ISIS’s official magazine specifically outlines why Yazidi women and girls may be taken by fighters as sex slaves, and why this punishment may not be applied to Christian, Jewish, or other Muslim women. Their rationale is clearly rooted in the dictates of the Koran, which is viewed by Muslims as the unalterable word of God. Yazidis, like Hindus and many other non-monotheists, are not “people of the book,” and therefore may be slaughtered, whereas (for example) Maronite Christians subject to ISIS rule may be permitted to live, but must pay a tax.

So let’s say a non-mentally ill ISIS fighter decides to carry out an act of terroristic violence on Yazidi women on the basis of al-Baghdadi’s dictates. I really don’t think an aversion to US foreign policy would be the driving motivating factor for that person in that instance, unless there’s clear evidence to the contrary. Regularly, liberals and others insist on denying that sincere belief in, say, the rightness of martyrdom and the promise of 72 virgins may actually impel a person to commit acts of suicidal violence. But if one allows these attackers individual agency, rather than stripping it from them (as many liberals advise), one will infer that belief in Islamic doctrine is the main reason why they opted to carry out their violent acts. That determination can be made simply by examining what they’ve said about their motivations. It’s rather simple, really.

So of course there’s a spectrum of reasons why someone might commit an act of terroristic violence. (“Terrorism” is such a loaded and BS term that I don’t even want to use it non-ironically. Why aren’t the IDF engaging in “terrorism” when they bomb apartment buildings without warning and kill over 500 Gazan children?) Some people might commit acts of terroristic violence because they’re mentally ill and have latched on to Islam as a mode of signaling discontent with prevailing societal orthodoxies. In these cases, they probably ought not be classified as “Islamic Terrorists” in any meaningful sense. Mentally ill people often lack the cognitive capacity, and therefore agency, to make such decisions for themselves. That’s why we usually try to get severely mentally ill people committed to medical facilities and the like — to prevent them from involuntarily carrying out violent acts.

On the other hand, if a non-depressed, non-delusional, mentally-competent adult decides to decamp for Syria to fight with ISIS, and in that process freely decides to commit acts of suicidal violence, why is there such an aversion to attributing this decision to a sincere belief in Islam?

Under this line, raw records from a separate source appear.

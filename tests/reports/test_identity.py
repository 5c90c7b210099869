"""The sealing key and its files."""

from __future__ import annotations

from datetime import UTC, datetime
from pathlib import Path

import pytest
from cryptography import x509
from cryptography.hazmat.primitives import serialization
from cryptography.hazmat.primitives.asymmetric import ec
from cryptography.hazmat.primitives.serialization import pkcs12

from fieldlog.errors import InputError, SigningError
from fieldlog.reports import seal

AT = datetime(2026, 10, 12, 14, 5, 37, tzinfo=UTC)


@pytest.fixture
def folder(tmp_path: Path, identity: seal.SealingIdentity) -> Path:
    seal.write_identity(tmp_path / "keys", identity)
    return tmp_path / "keys"


def test_only_the_owner_can_read_the_key(folder: Path) -> None:
    assert (folder / seal.KEY_FILE).stat().st_mode & 0o777 == 0o600
    assert folder.stat().st_mode & 0o777 == 0o700


def test_the_key_is_never_shown(identity: seal.SealingIdentity) -> None:
    assert "PRIVATE" not in repr(identity)


def test_the_certificate_may_sign_and_nothing_else(identity: seal.SealingIdentity) -> None:
    certificate = x509.load_pem_x509_certificate(identity.certificate_pem)
    usage = certificate.extensions.get_extension_for_class(x509.KeyUsage).value
    assert (usage.digital_signature, usage.content_commitment) == (True, True)
    assert (usage.key_cert_sign, usage.crl_sign, usage.key_encipherment) == (False, False, False)
    assert not certificate.extensions.get_extension_for_class(x509.BasicConstraints).value.ca


@pytest.mark.parametrize("name", ["Größe & Söhne", "П" * 90, "  ", "two\nlines\tof name"])
def test_any_name_of_an_organisation_makes_a_certificate(name: str, tmp_path: Path, archival: bytes) -> None:
    seal.write_identity(tmp_path, seal.make_sealing_identity(name, AT))
    signer = seal.load_signer(tmp_path)
    sealed = seal.seal(archival, signer, AT, reason="Report of a visit")
    assert seal.verify(sealed, seal.load_trust_roots(tmp_path)).is_good


def test_a_key_that_others_can_read_is_refused(folder: Path) -> None:
    (folder / seal.KEY_FILE).chmod(0o640)
    with pytest.raises(SigningError, match="chmod 600"):
        seal.load_signer(folder)


def test_a_missing_key_is_named(folder: Path) -> None:
    assert seal.has_identity(folder)
    (folder / seal.KEY_FILE).unlink()
    assert not seal.has_identity(folder)
    with pytest.raises(SigningError, match=seal.KEY_FILE):
        seal.load_signer(folder)


@pytest.mark.parametrize("name", [seal.KEY_FILE, seal.CERTIFICATE_FILE])
@pytest.mark.parametrize(
    "content", [b"", b"not a key\n", b"-----BEGIN CERTIFICATE-----\nAAAA\n-----END CERTIFICATE-----"]
)
def test_an_unreadable_file_is_named(folder: Path, name: str, content: bytes) -> None:
    (folder / name).write_bytes(content)
    with pytest.raises(SigningError, match=name):
        seal.load_signer(folder)


def test_a_key_of_another_certificate_is_refused(folder: Path) -> None:
    other = seal.make_sealing_identity("Another organisation", AT)
    (folder / seal.CERTIFICATE_FILE).write_bytes(other.certificate_pem)
    with pytest.raises(SigningError, match="restore both"):
        seal.load_signer(folder)


@pytest.mark.parametrize("year", [2024, 2037])
def test_nothing_is_sealed_outside_the_certificates_time(folder: Path, archival: bytes, year: int) -> None:
    with pytest.raises(SigningError, match="not on"):
        seal.seal(archival, seal.load_signer(folder), AT.replace(year=year), reason="Report of a visit")


def test_a_report_sealed_under_an_old_key_stays_good(folder: Path, archival: bytes) -> None:
    old = seal.seal(archival, seal.load_signer(folder), AT, reason="Report of a visit")
    seal.write_identity(folder, seal.make_sealing_identity("Reedbank Fire Protection", AT))
    new = seal.seal(archival, seal.load_signer(folder), AT, reason="Report of a visit")
    roots = seal.load_trust_roots(folder)
    assert len(roots) == 2
    assert seal.verify(old, roots).is_good
    assert seal.verify(new, roots).is_good


def test_a_report_stays_good_after_the_certificate_ended(tmp_path: Path, archival: bytes) -> None:
    seal.write_identity(tmp_path, seal.make_sealing_identity("Reedbank Fire Protection", AT.replace(year=2003)))
    sealed = seal.seal(archival, seal.load_signer(tmp_path), AT.replace(year=2005), reason="Report of a visit")
    verdict = seal.verify(sealed, seal.load_trust_roots(tmp_path))
    assert verdict.is_good
    assert verdict.certificate_until is not None
    assert verdict.certificate_until.year == 2013


def test_an_own_certificate_comes_from_a_pkcs12_file(
    identity: seal.SealingIdentity, tmp_path: Path, archival: bytes
) -> None:
    key = serialization.load_pem_private_key(identity.key_pem, password=None)
    certificate = x509.load_pem_x509_certificate(identity.certificate_pem)
    above = x509.load_pem_x509_certificate(identity.authority_pem)
    secret = serialization.BestAvailableEncryption(b"open it")
    content = pkcs12.serialize_key_and_certificates(b"seal", key, certificate, [above], secret)
    seal.write_identity(tmp_path, seal.identity_from_pkcs12(content, b"open it"))
    sealed = seal.seal(archival, seal.load_signer(tmp_path), AT, reason="Report of a visit")
    assert seal.verify(sealed, seal.load_trust_roots(tmp_path)).is_good
    with pytest.raises(InputError, match="passphrase"):
        seal.identity_from_pkcs12(content, b"wrong")


def test_a_key_that_is_not_rsa_is_refused() -> None:
    secret = serialization.BestAvailableEncryption(b"open it")
    key = ec.generate_private_key(ec.SECP256R1())
    content = pkcs12.serialize_key_and_certificates(b"seal", key, None, None, secret)
    with pytest.raises(InputError, match="RSA"):
        seal.identity_from_pkcs12(content, b"open it")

No one is arguing that all Muslims would affirm the legitimacy of such a decision. And I’m certain that a great many Imams and Koranic scholars would denounce it without hesitation. But that says nothing about the person’s individual intent.

In general, when a person can demonstrate individual agency, and they describe their motivations in very specific terms, the realness of those motivations ought to be accepted by outside observers. Otherwise, you are denying them agency. And denying people agency is generally Bad.

It’s ridiculous that Bill Bratton of the NYPD has declared the Queens ratchet attack “terrorism” on the basis of the (now dead) guy’s YouTube comments about Zionism, disliking America, and valorizing jihad. It would be similarly ridiculous to declare Lanza or the Columbine guys terrorists. Let’s just drop the term “terrorist” and move on to actually discerning the true causes of these violent acts.